What the task asks
Find every line below that contains the word "distinct" and copy it out.

Data items
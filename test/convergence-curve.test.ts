// convergenceCurve: distinct low-energy structures against candidates processed, and the growth statement.
// The expected counts come from the definition in src/landscape/convergence.ts, recounted here by brute force
// (a set of groups per prefix), and from small runs worked out by hand.
import { describe, expect, it } from 'vitest';
import {
  convergenceCsv,
  convergenceCsvHeader,
  convergenceCurve,
  convergenceVerdict,
  defaultWindows,
  GROWING_SHARE,
  LEVELLED_SHARE,
  MIN_NEW_GROWING,
  fromKjPerMol,
} from '../src/landscape/convergence.js';
import type { ConvergenceCurve, StructureRow } from '../src/landscape/schema.js';
import { seededUniform } from '../src/demo/prng.js';

/** A structure row with only the fields the curve reads filled in meaningfully. */
function row(index: number, status: StructureRow['status'], keptIndex: number | null, energyRel: number | null): StructureRow {
  return {
    index, id: `s${index}`, source: `run.cif#s${index}`, file: 'run.cif', block: `s${index}`, line: 1 + index * 40,
    status, reason: status === 'rejected' ? 'unreadable' : '', energy: energyRel === null ? null : -100 + energyRel,
    energyRel, densityGPerCm3: 1.3, atoms: 48, spaceGroup: 'P21/c', symmetry: null, cell: null, z: 4, zPrime: 1, formulas: ['C6H6'], composition: 'CH', flags: [], otherChemistryIndex: null, otherChemistry: null, otherComposition: null, otherChemistryDistance: null, energyOffset: null, flatPartnerIndices: [], flatPartners: [], flatPartnerDistance: null,
    keptIndex, duplicateOf: status === 'duplicate' && keptIndex !== null ? `s${keptIndex}` : null,
    distanceToKept: status === 'kept' ? 0 : status === 'duplicate' ? 0.01 : null, family: -1, nearestIndex: null,
    nearest: null, nearestDistance: null, nnDistance: null, members: status === 'kept' ? 1 : 0, writtenIn: [], notes: [],
  };
}

/**
 * An invented run of `n` candidates: new distinct minima keep appearing until candidate `lastNew`
 * (inclusive), after that every candidate is a re-found duplicate of an earlier minimum (or a rejected file).
 * The kept structure of a group is its lowest-energy member, which need not be its first member.
 */
function generatedRun(n: number, lastNew: number, seed: number): StructureRow[] {
  const r = seededUniform(seed);
  const groupOf = new Int32Array(n).fill(-1);
  const groupEnergy: number[] = [];
  const groupMembers: number[][] = [];
  for (let i = 0; i < n; i++) {
    if (r() < 0.05) continue; // rejected candidate
    const fresh = i < lastNew && (groupMembers.length === 0 || r() < 0.5);
    if (fresh) {
      groupEnergy.push(r() * 30); // energies above the lowest spread over 0–30 kJ/mol
      groupMembers.push([i]);
      groupOf[i] = groupMembers.length - 1;
    } else {
      const g = Math.floor(r() * groupMembers.length);
      groupMembers[g].push(i);
      groupOf[i] = g;
    }
  }
  // The kept structure of each group: a random member (stands for "lowest energy after noise").
  const keptOfGroup = groupMembers.map((m) => m[Math.floor(r() * m.length)]);
  const rows: StructureRow[] = [];
  for (let i = 0; i < n; i++) {
    const g = groupOf[i];
    if (g < 0) rows.push(row(i, 'rejected', null, null));
    else {
      const k = keptOfGroup[g];
      rows.push(row(i, k === i ? 'kept' : 'duplicate', k, k === i ? groupEnergy[g] : groupEnergy[g] + 0.01));
    }
  }
  return rows;
}

/** `count` candidate numbers (1-based) spread evenly over [from, to]. */
function spread(count: number, from: number, to: number): number[] {
  if (count === 1) return [from];
  return Array.from({ length: count }, (_x, i) => Math.round(from + ((to - from) * i) / (count - 1)));
}

/**
 * An invented run of `n` candidates in which the distinct structures within 5 kJ/mol are first met at the candidate
 * numbers `lowFirst`, plus the lowest one (energy 0) at candidate `lowestAt` (default 1); others (at 15 kJ/mol) at
 * `highFirst`, moved to the next free candidate when taken. Every other candidate re-finds the structure met at
 * candidate 1, which must be one of the first finds.
 */
function runWithFirstFinds(n: number, lowFirst: number[], highFirst: number[], lowestAt = 1): StructureRow[] {
  const rows: StructureRow[] = [];
  const firsts = new Map<number, number>();
  firsts.set(lowestAt, 0);
  lowFirst.forEach((c, g) => firsts.set(c, 1 + (g % 40) * 0.1));
  if (firsts.size !== 1 + lowFirst.length) throw new Error('runWithFirstFinds: two low-energy groups share a first candidate');
  for (let c of highFirst) {
    while (firsts.has(c)) c++;
    if (c > n) throw new Error('runWithFirstFinds: no free candidate left for a higher group');
    firsts.set(c, 15);
  }
  if (!firsts.has(1)) throw new Error('runWithFirstFinds: candidate 1 must be a first find');
  for (let i = 0; i < n; i++) {
    const e = firsts.get(i + 1);
    rows.push(e === undefined ? row(i, 'duplicate', 0, firsts.get(1)! + 0.01) : row(i, 'kept', i, e));
  }
  return rows;
}

/** Brute-force count after `processed` candidates: groups with a member among them, kept energy within w. */
function bruteCounts(rows: StructureRow[], processed: number, windows: number[]): number[] {
  const groups = new Set<number>();
  for (let i = 0; i < processed; i++) {
    const s = rows[i];
    if ((s.status === 'kept' || s.status === 'duplicate') && s.keptIndex !== null) groups.add(s.keptIndex);
  }
  return windows.map((w) => [...groups].filter((g) => (rows[g].energyRel as number) <= w).length);
}

/** Read the curve at any `processed` by straight lines between its points (exact for the staircase corners). */
function curveAt(curve: ConvergenceCurve, processed: number): number[] {
  const pts = curve.points;
  for (let j = 0; j < pts.length; j++) {
    if (pts[j].processed === processed) return pts[j].counts;
    if (pts[j].processed > processed) {
      const a = pts[j - 1];
      const b = pts[j];
      const t = (processed - a.processed) / (b.processed - a.processed);
      return a.counts.map((c, w) => c + t * (b.counts[w] - c));
    }
  }
  throw new Error(`processed ${processed} beyond the curve`);
}

describe('convergenceCurve', () => {
  it('counts a small run worked out by hand', () => {
    // Candidates: 0 kept (0 kJ/mol), 1 rejected, 2 duplicate of 4, 3 duplicate of 0, 4 kept (7), 5 kept (15).
    // Group of 4 counts from candidate 3 (its first member, index 2), not from 4 itself.
    const rows = [
      row(0, 'kept', 0, 0), row(1, 'rejected', null, null), row(2, 'duplicate', 4, 7.2),
      row(3, 'duplicate', 0, 0.1), row(4, 'kept', 4, 7), row(5, 'kept', 5, 15),
    ];
    const curve = convergenceCurve(rows, [5, 10, 20]);
    expect(curve).not.toBeNull();
    const c = curve as ConvergenceCurve;
    expect(c.windows).toEqual([5, 10, 20]);
    expect(c.points).toEqual([
      { processed: 0, counts: [0, 0, 0] },
      { processed: 1, counts: [1, 1, 1] },
      { processed: 2, counts: [1, 1, 1] },
      { processed: 3, counts: [1, 2, 2] },
      { processed: 5, counts: [1, 2, 2] },
      { processed: 6, counts: [1, 2, 3] },
    ]);
    // Last 25% of 6 candidates: candidates floor(6*0.75)+1 = 5 to 6; nothing within 5 kJ/mol appeared there,
    // the only such structure (index 0) was first met at candidate 1.
    expect(c.stillGrowing).toBe(false);
    expect(c.verdict).toBe('levelled-off');
    expect(c.tail).toEqual({ fraction: 0.25, candidates: 2, withinLowest: 1, newWithinLowest: 0, lowestFirstFoundAt: 1 });
    expect(c.statement).toMatch(/^Levelled off: none of the 1 distinct structures within 5 kJ\/mol/);
    expect(c.statement).toContain('first found at candidate 1.');
  });

  it('agrees with a brute-force recount at every candidate of a generated run', () => {
    const rows = generatedRun(400, 300, 7);
    const windows = [5, 10, 20];
    const curve = convergenceCurve(rows, windows) as ConvergenceCurve;
    for (let p = 0; p <= rows.length; p++) expect(curveAt(curve, p)).toEqual(bruteCounts(rows, p, windows));
    expect(curve.points.length).toBeLessThanOrEqual(2 * rows.filter((s) => s.status === 'kept').length + 2);
  });

  it('is flat over the second half of a run whose new structures stop halfway, and says so', () => {
    const rows = generatedRun(600, 300, 11);
    const curve = convergenceCurve(rows, [5, 10, 20]) as ConvergenceCurve;
    const atHalf = curveAt(curve, 300);
    expect(atHalf[0]).toBeGreaterThan(0);
    for (let p = 300; p <= 600; p++) expect(curveAt(curve, p)).toEqual(atHalf);
    // and not flat in the first half: the generator adds distinct minima there
    expect(curveAt(curve, 150)[2]).toBeLessThan(atHalf[2]);
    expect(curve.stillGrowing).toBe(false);
    expect(curve.verdict).toBe('levelled-off');
    expect(curve.statement).toMatch(/^Levelled off: none of the \d+ distinct structures within 5 kJ\/mol .* last 150 of 600 candidates/);
  });

  it('says a run still finding new low-energy structures near its end is growing', () => {
    const rows = generatedRun(600, 600, 11);
    const curve = convergenceCurve(rows, [5, 10, 20]) as ConvergenceCurve;
    const lowNewInTail = bruteCounts(rows, 600, [5])[0] - bruteCounts(rows, 450, [5])[0];
    expect(lowNewInTail).toBeGreaterThan(0);
    const lowTotal = bruteCounts(rows, 600, [5])[0];
    // a steady run meets about a quarter of them in its last quarter: well above the 10% and 3 the rule asks
    expect(lowNewInTail).toBeGreaterThanOrEqual(3);
    expect(lowNewInTail / lowTotal).toBeGreaterThanOrEqual(0.1);
    expect(curve.stillGrowing).toBe(true);
    expect(curve.verdict).toBe('growing');
    expect(curve.statement).toContain(`Still growing: ${lowNewInTail} of the ${lowTotal} distinct structures within 5 kJ/mol`);
  });

  describe('the verdict rule (README, "Convergence")', () => {
    // The two cases issue 14 names: a 10,000-structure search with 1 of 107 low-energy structures new in its last
    // quarter (a practitioner calls it converged), and the old demo with 27 of 164 new there (still growing).
    it('calls 1 new of 107 within 5 kJ/mol in the last quarter of 10,000 candidates levelled off', () => {
      const rows = runWithFirstFinds(10000, [...spread(105, 2, 7400), 9000], spread(900, 3, 9990));
      const c = convergenceCurve(rows, [5, 10, 20]) as ConvergenceCurve;
      expect(c.tail).toEqual({ fraction: 0.25, candidates: 2500, withinLowest: 107, newWithinLowest: 1, lowestFirstFoundAt: 1 });
      expect(c.verdict).toBe('levelled-off');
      expect(c.stillGrowing).toBe(false);
      expect(c.statement).toBe(
        'Levelled off: 1 of the 107 distinct structures within 5 kJ/mol of the lowest energy was first found in the last 2,500 ' +
          'of 10,000 candidates (the last 25%), 1% of them where a search still finding them at a steady rate would give about 25%. ' +
          "More starts of the same kind would likely add few low-energy structures (this says nothing about space groups, Z' or " +
          'conformers the search did not try).',
      );
    });

    it('calls 27 new of 164 within 5 kJ/mol in the last 72 of 285 candidates still growing', () => {
      const rows = runWithFirstFinds(285, [...spread(136, 2, 212), ...spread(27, 215, 284)], spread(22, 3, 280));
      const c = convergenceCurve(rows, [5, 10, 20]) as ConvergenceCurve;
      expect(c.tail).toMatchObject({ candidates: 72, withinLowest: 164, newWithinLowest: 27 });
      expect(c.verdict).toBe('growing');
      expect(c.statement).toMatch(/^Still growing: 27 of the 164 distinct structures .* last 72 of 285 candidates \(the last 25%\), 16% of them/);
    });

    it('calls a few late finds below the growth thresholds slowing, and the lowest found late growing', () => {
      // 2 of 18 new in the tail: 11%, but fewer than 3.
      const slow = convergenceCurve(runWithFirstFinds(380, [...spread(15, 2, 240), 300, 350], spread(100, 3, 370)), [5, 10, 20]) as ConvergenceCurve;
      expect(slow.tail.newWithinLowest).toBe(2);
      expect(slow.verdict).toBe('slowing');
      expect(slow.statement).toMatch(/^Slowing: 2 of the 18 /);
      // 3 of 60 new: at least 3 but 5%: slowing, not growing (the share rule).
      const share = convergenceCurve(runWithFirstFinds(400, [...spread(56, 2, 290), 310, 330, 390], []), [5]) as ConvergenceCurve;
      expect(share.tail.newWithinLowest).toBe(3);
      expect(share.verdict).toBe('slowing');
      // The lowest-energy structure itself first met in the tail: growing whatever the counts.
      const lowestLate = runWithFirstFinds(400, spread(40, 1, 200), [], 390);
      const c = convergenceCurve(lowestLate, [5]) as ConvergenceCurve;
      expect(c.tail.lowestFirstFoundAt).toBe(390);
      expect(c.verdict).toBe('growing');
      expect(c.statement).toMatch(/^Still growing: the lowest-energy structure itself was first found at candidate 390/);
      expect(convergenceVerdict(0, 40, true)).toBe('growing');
    });

    it('puts the thresholds where the README says', () => {
      expect([MIN_NEW_GROWING, GROWING_SHARE, LEVELLED_SHARE]).toEqual([3, 0.1, 0.05]);
      expect(convergenceVerdict(3, 30, false)).toBe('growing');
      expect(convergenceVerdict(2, 10, false)).toBe('slowing');
      expect(convergenceVerdict(3, 31, false)).toBe('slowing');
      expect(convergenceVerdict(1, 20, false)).toBe('slowing');
      expect(convergenceVerdict(1, 21, false)).toBe('levelled-off');
      expect(convergenceVerdict(0, 5, false)).toBe('levelled-off');
    });
  });

  it('returns null when no kept structure has an energy', () => {
    const rows = [row(0, 'kept', 0, null), row(1, 'duplicate', 0, null), row(2, 'rejected', null, null)];
    expect(convergenceCurve(rows, [5, 10, 20])).toBeNull();
  });

  it('refuses rows out of input order and empty windows with a clear message', () => {
    const rows = [row(1, 'kept', 1, 0), row(0, 'kept', 0, 3)];
    expect(() => convergenceCurve(rows, [5])).toThrow(/input order: position 0 holds structure index 1/);
    expect(() => convergenceCurve([row(0, 'kept', 0, 0)], [])).toThrow(/at least one energy window/);
  });

  it('writes convergence.csv with processed then one count column per window, the unit in snake_case in each name', () => {
    // Headers follow the project's table convention (units as lower-case suffixes, README "Tables").
    const rows = [row(0, 'kept', 0, 0), row(1, 'kept', 1, 8), row(2, 'duplicate', 1, 8.1)];
    const curve = convergenceCurve(rows, [10, 5]) as ConvergenceCurve;
    expect(convergenceCsvHeader(curve.windows, 'kJ/mol')).toEqual(['processed', 'within_5_kj_per_mol', 'within_10_kj_per_mol']);
    expect(convergenceCsvHeader([1.2, 2.4], 'kcal/mol')).toEqual(['processed', 'within_1.2_kcal_per_mol', 'within_2.4_kcal_per_mol']);
    expect(convergenceCsvHeader([0.05], 'eV')).toEqual(['processed', 'within_0.05_ev']);
    expect(convergenceCsv(curve, 'kJ/mol')).toBe(
      'processed,within_5_kj_per_mol,within_10_kj_per_mol\n0,0,0\n1,1,1\n2,1,2\n3,1,2\n',
    );
  });

  it('converts the default windows into other energy units', () => {
    // 1 kcal = 4.184 kJ (thermochemical calorie, NIST SP 811, 2008); 1 eV per molecule = 96.485 332 12 kJ/mol
    // (e × N_A, CODATA 2018).
    expect(fromKjPerMol(4.184, 'kcal/mol')).toBeCloseTo(1, 12);
    expect(fromKjPerMol(96.48533212, 'eV')).toBeCloseTo(1, 12);
    expect(defaultWindows('kJ/mol')).toEqual([5, 10, 20]);
    expect(defaultWindows('kcal/mol')).toEqual([1.195, 2.39, 4.78]);
    expect(defaultWindows('eV')).toEqual([0.05182, 0.1036, 0.2073]);
  });
});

Written response
// convergenceCurve: distinct low-energy structures against candidates processed, and the growth statement.
 * An invented run of `n` candidates: new distinct minima keep appearing until candidate `lastNew`
 * An invented run of `n` candidates in which the distinct structures within 5 kJ/mol are first met at the candidate
    expect(c.statement).toMatch(/^Levelled off: none of the 1 distinct structures within 5 kJ\/mol/);
    // and not flat in the first half: the generator adds distinct minima there
    expect(curve.statement).toMatch(/^Levelled off: none of the \d+ distinct structures within 5 kJ\/mol .* last 150 of 600 candidates/);
    expect(curve.statement).toContain(`Still growing: ${lowNewInTail} of the ${lowTotal} distinct structures within 5 kJ/mol`);
        'Levelled off: 1 of the 107 distinct structures within 5 kJ/mol of the lowest energy was first found in the last 2,500 ' +
      expect(c.statement).toMatch(/^Still growing: 27 of the 164 distinct structures .* last 72 of 285 candidates \(the last 25%\), 16% of them/);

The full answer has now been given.